Shuttled between controlling a curtain and dragging the housekeeper off her patient, Flora Manhood’s voice was trembling, ‘Mrs Lippmann — come, please! I’ll have to give you something if you can’t get a hold of yourself.’
‘I am again sedate, Flora.’
She did appear all of a sudden surprisingly calm. Above the craters and runnels of the cheeks and advanced deliquescence of the lips, the eyes were afloat, if darker for their recent plunge.
‘I do not see why I should fear what I have already always known.’ She rubbed her cheek with her coat sleeve, then looked dispassionately at the evidence she found on the cuff.
The nurse accompanied the housekeeper along the passage as far as the door which separated the servants’ quarters from the landing.
‘You will leave Mrs Hunter unattended,’ Mrs Lippmann asked, ‘after her — experience?’ Though her own life depended on the mortality of this old woman, exhaustion made her sound disinterested.
‘She’ll sleep now. This is her time for a nap, and she’d hold it against anyone who made her miss it. Specially today, when it may help her forget what they’re going to do to her.’ Sister Manhood listened to her own chatter while guiding a friend who had been proved almost less calculable than herself.
At the baize door she longed for the housekeeper to invite her in to the bare, but emotionally overcharged room, in which she slept. Flora Manhood would willingly have allowed Lottie to tuck her up in the narrow bed and afterwards take her temperature; from behind closed lids she would have listened for the verdict: you are several lines above normal Floradora as you would expect of somebody who imagines herself with child by this crumby old farting famous actor sleep and you will wake up to find you are under obligation to nobody but yourself least of all to a geriatric case approaching the expected conclusion.
As she could not be cured so simply, the situation continued billowing in Sister Manhood’s mind like the live curtain in the room to which she must return. Till the front doorbell rang. And that same muslin of her uncontrollable mind was ripped to flapping shreds, then scattered in what had become snippets of tinkling zinc.
Mrs Lippmann was again the golliwog money-box in cast iron, its paint martyred by inhuman children. ‘Is it these murderers coming already about their business?’ The possibility was more than she could face. ‘You will answer for me, Flora? You see I am not after all in my own control.’ The baize door, expiring on its hinges, masked a whimper.

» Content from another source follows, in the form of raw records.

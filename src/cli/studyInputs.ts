/**
 * What the study verbs (`report`, `compare`, `gci`, `check-probes`) read from disk: the probe-set file, result
 * files with their pieces (each with its size and SHA-256, for the report's list of inputs), and the
 * tool's version (`version.ts`). Node only.
 */
import { createHash } from 'node:crypto';
import { basename, dirname, relative, resolve as resolvePath } from 'node:path';
import { readBytes } from '../io/nodeFiles.ts';
import { readDataset } from '../io/readDataset.ts';
import type { Dataset } from '../model/dataset.ts';
import type { ProbeSet } from '../study/probeSet.ts';
import { readProbeSet } from '../study/probeSetFile.ts';
import type { InputFileInfo } from '../study/reportHtml.ts';

export { toolVersion } from './version.ts';

const sha256 = (b: Uint8Array): string => createHash('sha256').update(b).digest('hex');

/** A probe-set file, checked (older versions upgraded), with its text and input record. */
export async function readProbeSetFile(path: string): Promise<{ set: ProbeSet; text: string; fromVersion: number; input: InputFileInfo }> {
  const bytes = await readBytes(path);
  const text = new TextDecoder().decode(bytes);
  const { set, fromVersion } = readProbeSet(text, basename(path));
  return { set, text, fromVersion, input: { name: basename(path), bytes: bytes.length, sha256: sha256(bytes), role: fromVersion < set.version ? `probe set (version ${fromVersion}, upgraded on reading)` : 'probe set' } };
}

/** A result file loaded, with every file it read (a set's pieces too) as report inputs. */
export async function loadInput(path: string): Promise<{ dataset: Dataset; inputs: InputFileInfo[] }> {
  const folder = dirname(resolvePath(path));
  const bytes = await readBytes(path);
  const inputs: InputFileInfo[] = [{ name: basename(path), bytes: bytes.length, sha256: sha256(bytes), role: 'result file' }];
  const dataset = await readDataset(basename(path), bytes, {
    resolve: async (rel) => {
      const full = resolvePath(folder, rel);
      const b = await readBytes(full).catch(() => { throw new Error(`${basename(path)}: piece "${rel}" is missing (looked for ${full})`); });
      inputs.push({ name: relative(folder, full) || rel, bytes: b.length, sha256: sha256(b), role: `piece of ${basename(path)}` });
      return b;
    },
  });
  return { dataset, inputs };
}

Left alone on the landing, Sister Manhood could feel her hypothetical child become a fact: he jumped inside her long before his time. She went downstairs. Colin Pardoe would be standing in the porch with the parcel of drugs Badgery had forgotten to mention, and which Col himself had perversely decided to bring. He would begin staring immediately at the little window with which her womb had just been fitted, to make it easier for him to identify a foetus by its features. If she could snatch the deadly drugs Dr Gidley had prescribed for his patient in a moment of misguided compassion (he little knew it was the nurse who needed his help) Flora Manhood thought her shame and desperation would help her tear the wrapping, fumble out the plug of cotton wool, and in spite of Col’s iron fingers, nails pared to the quick as she remembered, and brutal thwack of male arms bare as far up as the biceps, she would more than swallow, she would first chew the bitter-tasting capsules, only for the necessary instant, because she would feel the poison thrust its prongs through her entire system, and fall oh God briefly convulsed before the cold took over on the chequered tiles at Colin Pardoe’s feet.
She wrenched so hopelessly at the door she sent the pains shooting down her side, and found old Wyburd standing, not inside the porch, but out from it in the sunlight. He was holding his hands edgeways to his face as though saying his prayers.